Start of INFORMATION SUPPLIED

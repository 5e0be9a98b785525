"""Fourier sums S[k, c] = Σ_j v[j, c] exp(−2πi f_k t_j) over source samples, by the route
predicted to be cheapest: a compiled direct sum (cost ∝ samples × frequencies) or a
type-3 nonuniform FFT (finufft; cost ∝ samples + frequencies + its fine grid, which grows
with the time span × the frequency span). Both are exact to NUFFT_TOLERANCE, so the choice
is made on predicted time alone, with no threshold and no cliff between the routes.

The NUFFT transforms the real vectors in pairs, each pair one complex vector evaluated at
±f (see `_nufft`). Its fine grid (and memory) is estimated before a plan is made; a span whose grid
would pass NUFFT_MEMORY_BYTES is cut into time pieces, each transformed alone (the sum is
additive), and the cost model counts the pieces. The constants of the cost model were
fitted on a 2-core machine by tests/benchmarks/bench_spectra.py, which prints them.

A third route, the Jacobi–Anger expansion (kernels/expansion.py), costs samples × orders
plus frequencies × orders, the orders set by the window's span × the band's width: the
spectra accumulator takes it for short windows (far field), where it beats both
(`CostModel.expansion_s`, constants from tests/benchmarks/bench_spectra.py).

A fourth, the Filon-type quadrature (kernels/filon.py), costs samples × frequencies but
needs no sample per period: near-field runs take it when it is predicted cheaper than
refining the samples to resolve the top frequency (`spectra.filon_cheaper`,
`CostModel.filon_s`, constant from tests/benchmarks/bench_spectra.py --filon).
"""

from __future__ import annotations

import dataclasses
import math
import threading

import numpy as np

from .kernels import expansion, fourier

NUFFT_TOLERANCE = 1e-11  # with upsampfac 2: about 1e-11 of the peak (bench_spectra.py)
NUFFT_UPSAMPLING = 2.0  # finufft upsampfac; 1.25 cannot reach 1e-10 (kernel width)
NUFFT_BYTES_PER_GRID_POINT = 4 * 16  # complex fine grid; peak ~4 grids (bench_budget.py)
NUFFT_MEMORY_BYTES = 32 * 2**20  # one transform's fine grids (larger grids also run slower
# per point, out of cache: bench_spectra.py); a longer span is cut in pieces
ROUTES = ("direct", "nufft")
N_VECTORS = expansion.VECTORS  # the sums of one spectrum: 3 components × 2 quadrature terms


def nufft_grid_points(span_s: float, low_hz: float, high_hz: float) -> float:
    """Fine-grid size of a type-3 NUFFT from sources over `span_s` to the frequencies
    ±[low_hz, high_hz] (see `_nufft`): about 2σ·X·S/π points for source half-width
    X = span/2 and angular half-width S = 2π·high, so 2σ·span·high (from memory of
    Barnett, Magland & af Klinteberg, SIAM J. Sci. Comput. 41 (2019); measured by
    tests/benchmarks/bench_budget.py)."""
    return 2.0 * NUFFT_UPSAMPLING * float(span_s) * float(high_hz)


def nufft_pieces(span_s: float, low_hz: float, high_hz: float) -> int:
    """Number of time pieces keeping each piece's fine grids under NUFFT_MEMORY_BYTES."""
    grid_bytes = nufft_grid_points(span_s, low_hz, high_hz) * NUFFT_BYTES_PER_GRID_POINT
    return max(1, math.ceil(grid_bytes / NUFFT_MEMORY_BYTES))


@dataclasses.dataclass(frozen=True)
class CostModel:
    """Predicted seconds of the two routes for N_VECTORS vectors (fitted constants)."""

    direct_per_term_s: float  # per sample × frequency, both cores
    nufft_fixed_s: float  # per transform (plan points, FFT set-up)
    nufft_per_sample_log_s: float  # sorting and spreading the N samples: × N·log2(N)
    nufft_per_frequency_s: float  # interpolation and deconvolution
    nufft_per_grid_log_s: float  # the FFT of the fine grid of G points: × G·log2(G)
    expansion_per_sample_order_s: float = 4.49e-09  # Bessel table and moments: × N·orders
    expansion_per_frequency_order_s: float = 1.57e-09  # the Chebyshev sums: × F·orders
    filon_per_term_s: float = 1.54e-08  # Filon-type quadrature (kernels/filon.py): × N·F

    def direct_s(self, n_samples: int, n_frequencies: int) -> float:
        return self.direct_per_term_s * n_samples * n_frequencies

    def nufft_s(self, n_samples: int, frequencies_hz: np.ndarray, span_s: float) -> float:
        low, high = float(frequencies_hz.min()), float(frequencies_hz.max())
        pieces = nufft_pieces(span_s, low, high)
        piece_grid = nufft_grid_points(span_s, low, high) / pieces
        return (pieces * (self.nufft_fixed_s + self.nufft_per_frequency_s * frequencies_hz.size
                          + self.nufft_per_grid_log_s * _n_log(piece_grid))
                + self.nufft_per_sample_log_s * _n_log(n_samples))

    def expansion_s(self, n_samples: int, n_frequencies: int, orders: int) -> float:
        """One window by the Jacobi–Anger expansion (kernels/expansion.py)."""
        return orders * (self.expansion_per_sample_order_s * n_samples
                         + self.expansion_per_frequency_order_s * n_frequencies)


    def filon_s(self, n_samples: int, n_frequencies: int) -> float:
        """One window by the Filon-type quadrature (kernels/filon.py)."""
        return self.filon_per_term_s * n_samples * n_frequencies


def _n_log(count: float) -> float:
    """n·log2(n), taken as 2 below n = 2 (sorting n samples, the FFT of an n-point grid)."""
    count = max(float(count), 2.0)
    return count * math.log2(count)


# fitted by tests/benchmarks/bench_spectra.py --fit (and --expansion) on a quiet 2-core
# machine; timings under load vary by about 2×, so the model decides well only away from
# the crossover, where it matters
COST = CostModel(direct_per_term_s=1.5e-08, nufft_fixed_s=2.81e-04,
                 nufft_per_sample_log_s=6.61e-09, nufft_per_frequency_s=5.71e-07,
                 nufft_per_grid_log_s=5.7e-09, expansion_per_sample_order_s=4.35e-09,
                 expansion_per_frequency_order_s=1.58e-09)


def predicted_s(n_samples: int, frequencies_hz: np.ndarray, span_s: float, route: str,
                model: CostModel = COST) -> float:
    """Predicted seconds of `route` for n_samples over span_s to frequencies_hz."""
    if route == "direct":
        return model.direct_s(n_samples, frequencies_hz.size)
    return model.nufft_s(n_samples, frequencies_hz, span_s)


def choose(n_samples: int, frequencies_hz: np.ndarray, span_s: float,
           model: CostModel = COST) -> str:
    """"direct" or "nufft": the route predicted to be faster (a tie goes to "direct")."""
    return min(ROUTES, key=lambda route: predicted_s(n_samples, frequencies_hz, span_s, route,
                                                     model))


def cheapest_s(n_samples: int, frequencies_hz: np.ndarray, span_s: float,
               model: CostModel = COST) -> float:
    """Predicted seconds of the route `choose` takes."""
    route = choose(n_samples, frequencies_hz, span_s, model)
    return predicted_s(n_samples, frequencies_hz, span_s, route, model)


def expansion_band(frequencies_hz: np.ndarray) -> tuple[float, float]:
    """(centre, half width) in rad/s of the band the expansion spans (never zero wide)."""
    omega = 2.0 * np.pi * np.asarray(frequencies_hz, dtype=float)
    low, high = float(omega.min()), float(omega.max())
    return 0.5 * (low + high), max(0.5 * (high - low), 1e-300 + 1e-12 * abs(high))


def expansion_orders(frequencies_hz: np.ndarray, half_span_s: float) -> int:
    """Orders the expansion needs for samples within ±half_span_s of their centre."""
    return int(expansion.orders_for(expansion_band(frequencies_hz)[1] * float(half_span_s)))


def fourier_sums(t_s: np.ndarray, values: np.ndarray, frequencies_hz: np.ndarray,
                 route: str | None = None) -> np.ndarray:
    """S (K, C) complex, S[k, c] = Σ_j values[j, c] exp(−2πi f_k t_j), for t_s (N,) in any
    order, values (N, C) real; by `route` ("direct", "nufft") or the cheaper one."""
    n_f = frequencies_hz.size
    if t_s.size == 0:
        return np.zeros((n_f, values.shape[1]), dtype=complex)
    low, high = float(t_s.min()), float(t_s.max())
    if route is None:
        route = choose(t_s.size, frequencies_hz, high - low)
    omega = 2.0 * np.pi * np.asarray(frequencies_hz, dtype=float)
    if route == "direct":
        return _centred(t_s, values, omega, low, high, _direct)
    pieces = nufft_pieces(high - low, float(frequencies_hz.min()), float(frequencies_hz.max()))
    if pieces == 1:
        return _centred(t_s, values, omega, low, high, _nufft)
    which = np.minimum((pieces * (t_s - low) / (high - low)).astype(np.int64), pieces - 1)
    total = np.zeros((n_f, values.shape[1]), dtype=complex)
    for piece in range(pieces):
        inside = which == piece
        if inside.any():
            t = t_s[inside]
            total += _centred(t, values[inside], omega, t.min(), t.max(), _nufft)
    return total


def _centred(t_s, values, omega, low, high, route):
    """Sums about the centre of [low, high] (short phases), shifted back."""
    centre = 0.5 * (low + high)
    sums = route(t_s - centre, values, omega)
    return sums * np.exp(-1j * omega * centre)[:, None]


def _direct(x, values, omega):
    out = np.empty((omega.size, values.shape[1]), dtype=complex)
    fourier.direct_sums(np.ascontiguousarray(x), np.ascontiguousarray(values, dtype=float),
                        omega, out)
    return out


_PLANS = threading.local()  # plans are never shared between threads


def _plan(n_vectors: int):
    """This thread's type-3 plan for n_vectors vectors (its set-up is reused). One finufft
    thread: the run's parallelism is over particles and points."""
    plans = _PLANS.__dict__.setdefault("by_count", {})
    if n_vectors not in plans:
        import finufft

        plans[n_vectors] = finufft.Plan(3, 1, n_trans=n_vectors, eps=NUFFT_TOLERANCE, isign=-1,
                                        nthreads=1, upsampfac=NUFFT_UPSAMPLING)
    return plans[n_vectors]


def _nufft(x, values, omega):
    """Real vectors in pairs, as one complex vector z = u + iv each, transformed at ±ω:
    S_u(ω) = (S_z(ω) + conj S_z(−ω))/2, S_v(ω) = (S_z(ω) − conj S_z(−ω))/(2i) (halves
    the spreading, which dominates; the doubled targets cost little)."""
    n_c = values.shape[1]
    half = (n_c + 1) // 2
    paired = np.zeros((half, x.size), dtype=complex)
    paired.real = values[:, :half].T
    paired.imag[: n_c - half] = values[:, half:].T
    plan = _plan(half)
    plan.setpts(np.ascontiguousarray(x), s=np.concatenate([omega, -omega]))
    sums = plan.execute(paired).reshape(half, 2 * omega.size)
    plus, minus = sums[:, :omega.size].T, np.conj(sums[:, omega.size:]).T
    return np.concatenate([0.5 * (plus + minus), -0.5j * (plus - minus)], axis=1)[:, :n_c]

End of INFORMATION SUPPLIED

(DIRECTIONS) All lines in the records above with "costs" need to be found and copied.

(ANSWER TO THIS PROBLEM)
A third route, the Jacobi–Anger expansion (kernels/expansion.py), costs samples × orders
A fourth, the Filon-type quadrature (kernels/filon.py), costs samples × frequencies but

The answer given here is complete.